George Has a Point
Since The Big Speech a week ago, George and his minions have been explaining their patent lunacy to the American people. The Sunday talkfest justifications are the same lame excuses they've made before, but among their central talking points is one about which they are frighteningly correct.Iraq will be a blood bath if American withdraws.
The Bubbling Cauldron of Hate
Iraq is a bubbling cauldron of animus inhabited by zealots with centuries-old vendettas to carry out. Like the Hatfields and McCoys, they forgot the reasons for the original slights long ago, but their hatred remains as unfettered as it was on Day One. They've existed as a country only so long as a steel-fisted dictator has crushed them into faux obedience. Now, without a Saddam, they're left to their own hateful devices - which include killing anyone not of their own tribe.
After a belated spread the fruits of freedom justification, American soldiers are caught in the vicious crossfire. The Lunatic-in-Chief blundered them onto the mean streets of Baghdad, but those blunders don't matter to the impersonal bullets that fly thick as killer bees.
Too Little, Too Late
The President puffs that Iraq will be a bloodbath if America leaves, but forgets - with characteristic disregard for reality - that it already is. While he's been trying to edit the dictionary to include a more amenable definition of civil war, the Iraqis have engaged in one and are already far along the road.
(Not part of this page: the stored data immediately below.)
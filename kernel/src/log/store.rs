//! Writing a session's log.

use std::collections::BTreeMap;
use std::fs::{self, DirBuilder, File, OpenOptions};
use std::io::{self, Write};
use std::os::unix::fs::{DirBuilderExt, OpenOptionsExt, PermissionsExt};
use std::path::{Path, PathBuf};
use std::sync::mpsc;
use std::time::Instant;

use chrono::{DateTime, SecondsFormat, Utc};
use serde_json::Value;
use sha2::{Digest, Sha256};

use super::entry::{CellEntry, Entry, Line, ORIGIN, OutputEntry, What};
use crate::cells::types::{CellEvent, MimeBundle, StreamName};
use crate::record::evidence::{digest, finished};
use crate::setup::KitHome;

/// The ending of the files.
pub const ENDING: &str = "jsonl";

/// How large the files may become.
#[derive(Debug, Clone, Copy)]
pub struct Limits {
    /// One session.
    pub session: u64,
    /// All sessions together; the oldest go first.
    pub total: u64,
}

impl Default for Limits {
    fn default() -> Self {
        Self { session: 64 << 20, total: 512 << 20 }
    }
}

/// The variable by which a person puts logs elsewhere, or keeps none.
const ELSEWHERE: &str = "SEMIAXIS_LOG";

/// The folder of logs of this user: `log` beside the kits, unless `SEMIAXIS_LOG` names another.
///
/// # Errors
/// The environment names no folder for data, or `SEMIAXIS_LOG` is `off`.
pub fn folder() -> io::Result<PathBuf> {
    match std::env::var_os(ELSEWHERE) {
        Some(given) if given == "off" => {
            return Err(io::Error::other("SEMIAXIS_LOG is off"));
        }
        Some(given) if !given.is_empty() => return std::path::absolute(given),
        _ => {}
    }
    let home = KitHome::find().map_err(|error| io::Error::other(error.to_string()))?;
    Ok(home.kits.with_file_name("log"))
}

/// The log of one session, open for writing.
#[derive(Debug)]
pub struct Log {
    path: PathBuf,
    file: File,
    /// The hash of the last line.
    before: String,
    n: u64,
    /// The length of all whole lines.
    length: u64,
    limits: Limits,
    full: bool,
    began: Instant,
    /// Has the file pushed to the disk, behind what the session does.
    push: Option<mpsc::Sender<()>>,
}

impl Log {
    /// Begins the log of a session in a folder, which is made if need be, and removes the oldest logs
    /// if there is too much of them.
    ///
    /// # Errors
    /// The folder or the file cannot be made.
    pub fn begin(folder: &Path, id: &str, seed: u64, limits: Limits) -> io::Result<Self> {
        DirBuilder::new().recursive(true).mode(0o700).create(folder)?;
        fs::set_permissions(folder, fs::Permissions::from_mode(0o700))?;
        tidy(folder, limits.total);
        let started = Utc::now();
        let name = format!("{}-{id}.{ENDING}", started.format("%Y%m%dT%H%M%SZ"));
        let path = folder.join(name);
        let file = OpenOptions::new().append(true).create_new(true).mode(0o600).open(&path)?;
        // Held as long as the session lives, so that nobody tidies it away.
        file.lock()?;
        let mut log = Self {
            push: pusher(&path),
            path,
            file,
            before: ORIGIN.to_owned(),
            n: 0,
            length: 0,
            limits,
            full: false,
            began: Instant::now(),
        };
        let here = std::env::current_dir().unwrap_or_default();
        log.append(
            What::Began {
                semiaxis: env!("CARGO_PKG_VERSION").to_owned(),
                folder: here.display().to_string(),
                seed,
            },
            started,
        )?;
        Ok(log)
    }

    /// The file.
    pub fn path(&self) -> &Path {
        &self.path
    }

    /// Enters a cell that was run.
    ///
    /// # Errors
    /// The file cannot be written; it is left as it was before.
    pub fn cell(&mut self, cell: CellEntry) -> io::Result<()> {
        self.append(What::Cell(Box::new(cell)), Utc::now())
    }

    /// Enters that the session ends in order.
    ///
    /// # Errors
    /// As [`Log::cell`].
    pub fn end(&mut self) -> io::Result<()> {
        self.append(What::Ended, Utc::now())?;
        self.file.sync_data()
    }

    fn append(&mut self, what: What, at: DateTime<Utc>) -> io::Result<()> {
        if self.full {
            return Ok(());
        }
        let line = self.line(what, at)?;
        if self.length + line.0.len() as u64 > self.limits.session {
            self.full = true;
            let line = self.line(What::Full, at)?;
            return self.write(line);
        }
        self.write(line)
    }

    /// The line of an entry, and its hash.
    fn line(&self, what: What, at: DateTime<Utc>) -> io::Result<(String, String)> {
        let entry = Entry {
            n: self.n,
            at: at.to_rfc3339_opts(SecondsFormat::Millis, true),
            ms: u64::try_from(self.began.elapsed().as_millis()).unwrap_or(u64::MAX),
            what,
        };
        let hash = chained(&self.before, &serde_json::to_string(&entry)?);
        let line = Line { hash: hash.clone(), before: self.before.clone(), entry };
        Ok((serde_json::to_string(&line)? + "\n", hash))
    }

    fn write(&mut self, (line, hash): (String, String)) -> io::Result<()> {
        if let Err(error) = self.file.write_all(line.as_bytes()) {
            // Part of a line must not stand between whole ones.
            self.file.set_len(self.length)?;
            return Err(error);
        }
        self.length += line.len() as u64;
        self.before = hash;
        self.n += 1;
        if let Some(push) = &self.push {
            let _ = push.send(());
        }
        Ok(())
    }
}

/// The hash of an entry behind another.
pub fn chained(before: &str, entry: &str) -> String {
    digest(format!("{before}\n{entry}").as_bytes())
}

/// A thread that pushes what was written to the disk; without one, the system does it in its time.
fn pusher(path: &Path) -> Option<mpsc::Sender<()>> {
    // Opened anew, so that the lock ends with the session and not with this thread.
    let file = File::open(path).ok()?;
    let (sender, wishes) = mpsc::channel();
    let push = move || {
        while wishes.recv().is_ok() {
            while wishes.try_recv().is_ok() {}
            let _ = file.sync_data();
        }
    };
    std::thread::Builder::new().name("log".to_owned()).spawn(push).ok()?;
    Some(sender)
}

/// Removes the oldest logs of sessions that have ended until the rest is small enough.
fn tidy(folder: &Path, most: u64) {
    let entries = fs::read_dir(folder).into_iter().flatten().flatten();
    let mut logs: Vec<(PathBuf, u64)> = entries
        .map(|entry| entry.path())
        .filter(|path| path.extension().is_some_and(|ending| ending == ENDING))
        .filter_map(|path| fs::metadata(&path).ok().map(|found| (path, found.len())))
        .collect();
    // The names begin with the time.
    logs.sort();
    let mut total: u64 = logs.iter().map(|(_, bytes)| bytes).sum();
    for (path, bytes) in logs {
        if total <= most {
            return;
        }
        let over = File::open(&path).is_ok_and(|file| file.try_lock().is_ok());
        if over && fs::remove_file(&path).is_ok() {
            total -= bytes;
        }
    }
}

/// Takes the digests of what a cell shows while it shows it.
#[derive(Debug, Default)]
pub struct Listener {
    streams: BTreeMap<&'static str, (u64, Sha256)>,
    exhibits: Vec<OutputEntry>,
}

impl Listener {
    /// Something was shown.
    pub fn hear(&mut self, event: &CellEvent) {
        match event {
            CellEvent::Stream { name, text } => self.text(*name, text),
            CellEvent::Display(bundle) => self.exhibit("display", bundle),
            CellEvent::Result(bundle) => self.exhibit("result", bundle),
            CellEvent::Progress(_) => {}
        }
    }

    fn text(&mut self, name: StreamName, text: &str) {
        let (bytes, hasher) = self.streams.entry(name.as_str()).or_default();
        *bytes += text.len() as u64;
        hasher.update(text.as_bytes());
    }

    fn exhibit(&mut self, kind: &str, bundle: &MimeBundle) {
        let mut entry = OutputEntry { kind: kind.to_owned(), ..OutputEntry::default() };
        for (mime, content) in bundle {
            let bytes = match content {
                Value::String(text) => text.clone(),
                other => other.to_string(),
            };
            entry.bytes += bytes.len() as u64;
            entry.sha256.insert(mime.clone(), digest(bytes.as_bytes()));
        }
        self.exhibits.push(entry);
    }

    /// The outputs: the streams as wholes, then the exhibits in order.
    pub fn finish(self) -> Vec<OutputEntry> {
        let streams = self.streams.into_iter().map(|(kind, (bytes, hasher))| {
            let sha256 = BTreeMap::from([("text".to_owned(), finished(hasher))]);
            OutputEntry { kind: kind.to_owned(), bytes, sha256 }
        });
        streams.chain(self.exhibits).collect()
    }
}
An overwhelming majority decries his latest plan for victory as nothing more than sending 21,500 more bodies into the gnashing maw of history, but a central question remains. Will we and the Iraqis be worse off by leaving than by staying?
The most truthful answer to that question is, nobody knows.
There have been almost as many proposals for the way forward as people suggesting them. There's a good reason it's so hard to find a workable solution to the problem - there isn't one. Stay - thousands die. Leave - thousands die. Increase troop levels - thousands die. Pull out - thousands die.
Damage Control
I was against the invasion from the beginning, but once we were there I felt sending in troops to stabilize the place was best. In those early days it was still possible to salvage something worthwhile. These days, not so much. We've unleashed a malevolent genie from the bottle and there's nothing to do now but damage control.
History suggests that damage control is the one thing - among many - that Bush is most incompetent at. In fact, his pitiful brand of damage control is what got us here. The time is long overdue to wrest control from the Loon-in-Chief before the problem gets worse. As a country, we must concede that regardless of the actions chosen, we're stuck with Iraq for many years to come. That is as salient a fact as the Iraqi will to kill everyone on sight.
Iraqi Problem
George harps that only Iraqis can solve this mess. Although his churlish statement that, "the Iraqi people owe the American people a huge debt of gratitude" is brazenly disingenuous, I agree. You can't build democracy at the point of a gun.
Let's withdraw to the sidelines where we can keep an eye on things and respond only if the bloodletting becomes a neighborhood affair. It won't be pretty. Make no mistake, blood will flow in the streets and the Middle East tinderbox will smolder with more intensity. It's a risky strategy based more on gut than solid predictions of other people's illogical behavior, but it is truly the lesser of dozens of evils. The only victory now is the one that doesn't kill more soldiers fighting a war that we started but someone else must finish.
It's time to do something, but it's just incredibly sad it has to be us.